Noong/Nang ako kakain ng mga gulay, ako'y magiging malusog.

When I eat the vegetables, I will become healthy. 

Or should I replace Noong/Nang with Kung to say 'If I eat the vegetables....'

Thanks


----------



## 082486

When I eat vegetables...
Kapag kumain ako ng gulay...


----------



## xtech

Noong ako ay kumakain pa ng gulay, ako'y malusog.
Nang ako ay kumakain ng gulay, ako'y mas malusog.

Noong ako ay bata ako'y maliksi.
Nang lumangoy ang mga bata.
Nang mamatay ang kalabaw.



Sana tama ang mga yan.


----------



## niernier

Inglip, in your example, neither noong nor nang cannot be used unless you change the tense.

*When I eat the vegetables, I will become healthy.*
Kapag kumain ako ng mga gulay, lulusog ako. OR Kapag kumain ako ng mga gulay, magiging malusog ako.

*When I ate the vegetables, ...*
Nang/Nung kumain ako ng mga gulay, ...

*If I eat the vegetables, ...*
Kung kakain ako ng mga gulay, ...

Another thing, this noong is actually pronounced as nung, so sometimes you will see Filipinos spell it this way. I think there's no big difference between the two so you can interchange nung and nang.

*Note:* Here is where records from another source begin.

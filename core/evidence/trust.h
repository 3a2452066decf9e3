// SPDX-License-Identifier: GPL-3.0-or-later
#pragma once

#include "core/evidence/evidence.h"

namespace planewright {

/// How far a check is evidence from outside the program.
enum class Trust {
  work,      ///< the value was read in the work itself
  companion, ///< read in a companion of the work, or second-hand
  memory,    ///< value or inputs are from memory
  own        ///< own arithmetic: the program is compared with its authors' own sums
};
template <>
const std::vector<Named<Trust>>& namesOf<Trust>();

/// Values from memory and own arithmetic are no evidence from outside.
constexpr bool isOutside(Trust trust) {
  return trust == Trust::work || trust == Trust::companion;
}

/// By what the check says of its basis; without a printed value it is own arithmetic.
Trust trustOf(const CheckResult& check);

} // namespace planewright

Xtech, you're using too much "ay" in your sentences. Ay inversion is a characteristic of a formal style, and is very common in writing, lectures, sermons than it is in ordinary conversation.

Other examples of usage:

*Nang/Nung sumabog ang bulkan,*
When the volcano erupted,

*Nang/Nung nabasa ko ang sulat niya,*
When I read his letter,

*Nang mamatay ang kalabaw,*
When the carabao died,


----------



## Inglip

Ok Thanks for the input everyone.


----------



## hebe_o17

simply replace Noong and Nang with Kung. 'Noong' is used if you are referring to time. 'Nang' is used when referring to an action during a certain time. And you are right, Kung means 'If'.

I hope this could help.


----------



## karmllean

I feel that "Nang" is used when you are thinking of the situation or condition as SETTING to another action, "Noong" is used when you are thinking of the situation or condition as the TIME when another action happened.

Nang pumutok ang bulkan, nagkaroon ng malakas na lindol. (You are thinking that the strong earthquake happened with the volcanic eruption as the setting or the background.)

Nung pumutok ang bulkan, nagkaroon ng malakas na lindol. (You are thinking that the strong earthquake happened when or during the time of the volcanic eruption.)


----------



## plain tshirt

This was so long ago, but I feel like adding my opinion (I want to say for posterity's sake lol).

For those confused too, you have to remember that nang's function is to introduce adverbs (that includes adverbs of manner, place, time, etc.).

E.g.,
Sinipa ko siya nang malakas. *I kicked him hard*. (Nang here introduces an adverb, in this case an adverb of manner.)

Lumakas ako nang kumain ako ng gulay. *I got stronger when I ate vegetables*. (Nang here introduces an adverbial clause, in this case an adverb of time.)


Noong or nung also introduces adverbs but only those related to time or events that happened at the same time. 

E.g.,
Yinakap ko siya noong nagkita kami ulit. *I hug him/her when we saw each other again*. 


Also,

Kung could mean both when and if depending on how you use it (sorry to confuse you further).

E.g.,
Person A: Magdala ka ng payong para kung umulan. *Bring an umbrella for when it rains. *(Notice the verb "umulan" is in the past.)
Person B: 'Yun ay kung uulan. *That is if it rains. *


----------